EXERCISE.
Each record is to be printed again precisely as it reads.

EXTRACTED DATA.
*-*-*
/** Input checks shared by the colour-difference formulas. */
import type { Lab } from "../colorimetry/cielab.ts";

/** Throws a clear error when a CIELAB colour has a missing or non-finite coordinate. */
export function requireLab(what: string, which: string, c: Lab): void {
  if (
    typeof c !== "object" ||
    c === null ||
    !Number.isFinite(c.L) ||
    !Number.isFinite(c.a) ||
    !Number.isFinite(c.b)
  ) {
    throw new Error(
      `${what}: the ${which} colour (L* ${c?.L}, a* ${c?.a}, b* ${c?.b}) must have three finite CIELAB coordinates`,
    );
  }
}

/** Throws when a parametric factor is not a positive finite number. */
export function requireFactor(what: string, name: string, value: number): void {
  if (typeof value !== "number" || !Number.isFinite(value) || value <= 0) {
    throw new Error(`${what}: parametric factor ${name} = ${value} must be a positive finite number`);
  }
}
*-*-*
WRITTEN REPLY.
/** Input checks shared by the colour-difference formulas. */
import type { Lab } from "../colorimetry/cielab.ts";

/** Throws a clear error when a CIELAB colour has a missing or non-finite coordinate. */
export function requireLab(what: string, which: string, c: Lab): void {
  if (
    typeof c !== "object" ||
    c === null ||
    !Number.isFinite(c.L) ||
    !Number.isFinite(c.a) ||
    !Number.isFinite(c.b)
  ) {
    throw new Error(
      `${what}: the ${which} colour (L* ${c?.L}, a* ${c?.a}, b* ${c?.b}) must have three finite CIELAB coordinates`,
    );
  }
}

/** Throws when a parametric factor is not a positive finite number. */
export function requireFactor(what: string, name: string, value: number): void {
  if (typeof value !== "number" || !Number.isFinite(value) || value <= 0) {
    throw new Error(`${what}: parametric factor ${name} = ${value} must be a positive finite number`);
  }
}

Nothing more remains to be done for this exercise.